Owen DeLong wrote:

On Sep 23, 2021, at 13:26 , Joe Maimon <[email protected]> wrote:


I hope not, both for IPv6 sake and for the network users. We dont know how much 
longer the goal will take, there is materializing a real possibility we will 
never quite reach it, and the potholes on the way are pretty rough.
By “the only way out is through” I meant that the only way we can get back to 
anything resembling mono-stack is, in fact, to complete the transition to IPv6.

The question is how? Waiting for everyone or nearly everyone to dual stack, the current strategy, is awful. Like pulling gum off a shoe.


And as the trip winds on, the landscape is changing, not necessarily for the 
better.
The IPv4 landscape will continue to get worse and worse. It cannot possibly get 
better, there just aren’t enough addresses for that.

I was referring to the more general network landscape, the governance system, the end of p2p, balkanization, etc, all trends and shifts that become more likely and entrenched the longer IPv6 lags and the scarcer IPv4 becomes.


One more "any decade now" and another IPv4 replacement/extension might just 
happen on the scene and catch on, rendering IPv6 the most wasteful global technical 
debacle to date.
If that’s what it takes to move forward with a protocol that has enough 
addresses, then so be it. I’m not attached to IPv6 particularly, but I 
recognize that IPv4 can’t keep up. As such, IPv6 is just the best current 
candidate. If someone offers a better choice, I’m all for it.

Whose to say it would be a proper p2p system? I know you believe strongly in that and want it fully restored, at least on the protocol level.

  Unfortunately, the IPv6 resistant forces
are making that hard for everyone else.

Owen
You say that as if it was a surprise, when it should not have been, and you say 
that as if something can be done about it, which we should know by now cannot 
be the primary focus, since it cannot be done in any timely fashion. If at all.
It’s not a surprise, but it is a tragedy.
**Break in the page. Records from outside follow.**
def with_values(demo: dict, values: dict) -> dict:
    scenario = json.loads(json.dumps(demo))
    for field in FIELDS:
        node = scenario
        for part in field.path[:-1]:
            node = node[part]
        node[field.path[-1]] = values[field.name]
    return scenario


def cdp(driver: Driver, cmd: str, params: dict = None) -> dict:
    return driver.call("POST", f"{driver.session}/goog/cdp/execute", {"cmd": cmd, "params": params or {}})


def memory(driver: Driver) -> dict:
    """The page's memory after a forced GC: JS heap, wasm linear memory, DOM nodes, listeners."""
    cdp(driver, "HeapProfiler.collectGarbage")
    heap = cdp(driver, "Runtime.getHeapUsage")
    metrics = {m["name"]: m["value"] for m in cdp(driver, "Performance.getMetrics")["metrics"]}
    # The glue keeps its WebAssembly.Memory out of reach of page scripts; DevTools can list every
    # object with that prototype. The page has exactly one.
    group = {"objectGroup": "soak"}
    try:
        prototype = cdp(driver, "Runtime.evaluate", {"expression": "WebAssembly.Memory.prototype", **group})
        found = cdp(driver, "Runtime.queryObjects", {"prototypeObjectId": prototype["result"]["objectId"], **group})
        sizes = cdp(driver, "Runtime.callFunctionOn", {
            "objectId": found["objects"]["objectId"],
            "functionDeclaration": "function () { return this.map((m) => m.buffer.byteLength); }",
            "returnByValue": True,
        })["result"]["value"]
    finally:
        cdp(driver, "Runtime.releaseObjectGroup", group)
    if len(sizes) != 1:
        raise Check(f"expected one WebAssembly.Memory in the page, found {len(sizes)}")
    attached = driver.script(
        "const walker = document.createTreeWalker(document, NodeFilter.SHOW_ALL); let n = 1;"
        " while (walker.nextNode()) n++; return n"
    )
    return {"heap": heap["usedSize"], "wasm": sizes[0], "nodes": int(metrics["Nodes"]),
            "attached": attached, "listeners": int(metrics["JSEventListeners"])}


def mib(size: float) -> str:
    return f"{size / (1 << 20):.2f} MiB"


# What the checks read, in one script and by value: a WebDriver element reference would keep
# its element, and the whole detached tree around it, alive once the page redraws it.
SHOWN_SCRIPT = """
const q = (id) => document.querySelector(`[data-testid="${id}"]`);
const figures = {};
for (const e of document.querySelectorAll('[data-testid^="result-"][data-value]')) {
  figures[e.dataset.testid] = e.dataset.value;
}
return {stale: !!q('stale-notice'), status: q('plan-status').textContent, figures: figures,
        errors: Object.fromEntries(arguments[0].map((f) => [f, q(`error-${f}`).textContent.trim()]))};
"""


class Shown:
    """The figures on screen, read once; `value` as interact.py's Driver.value, for check_headline."""

    def __init__(self, driver: Driver) -> None:
        shown = driver.script(SHOWN_SCRIPT, [field.name for field in FIELDS])
        self.stale, self.status = shown["stale"], shown["status"]
        self.errors, self.figures = shown["errors"], shown["figures"]

    def value(self, testid: str) -> float:
        if testid not in self.figures:
            raise Check(f"the page shows no {testid}")
        return float(self.figures[testid])


def check_keeping_up(driver: Driver, cli: Cli, demo: dict, values: dict, refused: set, where: str) -> dict:
    """Right after the last edit's frame, no waiting: the page shows the plan of the last valid
    input, and says whether the last input was refused."""
    plan = cli.on_text("plan", json.dumps(with_values(demo, values)))
    stale = bool(refused)
    try:
        shown = Shown(driver)
        if shown.stale != stale or ("Out of date" in shown.status) != stale:
            raise Check(f"{where}: the last input was {'refused' if stale else 'valid'}, but the page shows"
                        f" stale notice {shown.stale}, status {shown.status!r}")
        if any(bool(message) != (name in refused) for name, message in shown.errors.items()):
            raise Check(f"{where}: refused {sorted(refused)}, but the messages read {shown.errors}")
        check_headline(shown, plan, where)
        if not stale:
            on_page = json.loads(page_scenario(driver))
            if with_values(on_page, values) != on_page:
                raise Check(f"{where}: the page's scenario file is not the last input ({values})")
    except Check as problem:
        # Behind, or wrong? Give the page time, and say which.
        time.sleep(5)
        try:
            check_headline(Shown(driver), plan, where)
            late = "the page caught up within 5 s, so it fell behind"
        except Check:
            late = "still wrong 5 s later"
        raise Check(f"{problem} ({late})") from None
    return plan


def run(driver: Driver, base_url: str, cli: Cli) -> None:
    started = time.monotonic()
    driver.call("POST", f"{driver.session}/timeouts", {"script": 300_000})
    driver.viewport(1366, 768)
    driver.open(base_url.rstrip("/") + f"/?demo={DEMO}")
    driver.wait("the plan", lambda: driver.script(
        'return !!document.querySelector(\'[data-testid="result-generator_count"]\')'))
    cdp(driver, "Performance.enable")
    with open(os.path.join(REPO, "demo-loads", f"{DEMO}.json"), encoding="utf-8") as file:
        demo = json.load(file)
    print(f"soak: opened ?demo={DEMO}: {memory_line(memory(driver))}")

    measured = {}
    totals = {kind: {"batches": 0, "ms": 0.0, "longest_ms": 0.0} for kind in ("typed", "burst")}
    done = 0
    for until, batches, form in edit_plan(random.Random(SEED), Form(demo)):
        sent = [[typed, [[field.name, text] for field, text, _ in edits]] for typed, edits in batches]
        result = driver.call("POST", f"{driver.session}/execute/async", {"script": EDIT_SCRIPT, "args": [sent]})
        if "error" in result:
            raise Check(f"editing up to {until}: {result['error']}")
        for kind, total in totals.items():
            total["batches"] += result[kind]["batches"]
            total["ms"] += result[kind]["ms"]
            total["longest_ms"] = max(total["longest_ms"], result[kind]["longest_ms"])
        segment_ms = result["typed"]["ms"] + result["burst"]["ms"]
        where = f"after {until} edits"
        plan = check_keeping_up(driver, cli, demo, form.planned_values(), form.refused(), where)
        measured[until] = memory(driver)
        refused = form.refused()
        print(f"soak: {where}: {(until - done) / segment_ms * 1000:.0f} edits/s;"
              f" {'stale, refused: ' + ', '.join(sorted(refused)) if refused else 'current'},"
              f" {plan['generator_count']} x {plan['generator_rating_kw']} kW as the CLI;"
              f" {memory_line(measured[until])}")
        done = until

    edit_ms = sum(total["ms"] for total in totals.values())
    rates = ", ".join(
        f"{kind} batches {total['batches'] * BATCH / total['ms'] * 1000:.0f} edits/s"
        f" (longest batch to its frame {total['longest_ms']:.0f} ms)"
        for kind, total in totals.items()
    )
    print(f"soak: {done} edits in {edit_ms / 1000:.1f} s, {done / edit_ms * 1000:.0f} edits/s; {rates}")

    warm, last = measured[CHECKPOINTS[0][0]], measured[EDITS]
    if last["attached"] != warm["attached"]:
        # The same texts in every field must give the same page; else the comparison means little.
        raise Check(f"the page holds {last['attached']} nodes after {EDITS} edits and {warm['attached']}"
                    " after the warm-up, for the same form")
    heap_limit = HEAP_FACTOR * warm["heap"] + HEAP_ALLOWANCE_BYTES
    limits = [
        ("JS heap", "heap", heap_limit, mib),
        ("wasm memory", "wasm", warm["wasm"] + WASM_ALLOWANCE_BYTES, mib),
        ("DOM nodes", "nodes", warm["nodes"] + NODE_ALLOWANCE, str),
        ("event listeners", "listeners", warm["listeners"] + LISTENER_ALLOWANCE, str),
    ]
    for name, key, limit, shown in limits:
        if last[key] > limit:
            raise Check(f"the page's {name} grew from {shown(warm[key])} after the warm-up to {shown(last[key])}"
                        f" after {EDITS} edits (limit {shown(limit)})")
    print("soak: memory holds after the warm-up: " + ", ".join(
        f"{name} {shown(warm[key])} -> {shown(last[key])} (limit {shown(limit)})"
        for name, key, limit, shown in limits))
    errors = driver.console_errors()
    if errors:
        raise Check("console errors:\n  " + "\n  ".join(errors))
    print(f"soak: no console errors; {time.monotonic() - started:.0f} s in the page")


def memory_line(measured: dict) -> str:
    return (f"JS heap {mib(measured['heap'])}, wasm memory {mib(measured['wasm'])}, {measured['nodes']} DOM nodes"
            f" ({measured['attached']} in the document), {measured['listeners']} event listeners")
There are things that can be done about it, but nobody currently wants to do 
them.

So lets make the conversation revolve around what can be done to actually advance IPv6, and what we should know by now is that convincing or coercing deployment with the current state of affairs does not have enough horsepower to get IPv6 anywhere far anytime soon.


Its time to throw mud on the wall and see what sticks. Dual stack and wait is 
an ongoing failure slouching to disaster.
IPv4 is an ongoing failure slouching to disaster, but the IPv6-resistant among 
us remain in denial about that.

Who is this "us"? Anybody even discussing IPv6 in a public forum is well ahead of the curve. Unfortunately. All early adopters. Real Early.

At some point, we are going to have to make a choice about how much longer we 
want to keep letting them hold us back. It will not be an easy choice, it will 
not be convenient, and it will not be simple.

The question is how much more pain an dhow much longer will it take before the 
choice becomes less difficult than the wait?

Owen

Exactly what does this choice look like? Turn off IPv4 when its fully functional? Only the have-nots may make the choice not to deploy IPv4 sometime in the future, and for them, its not going to be a real choice.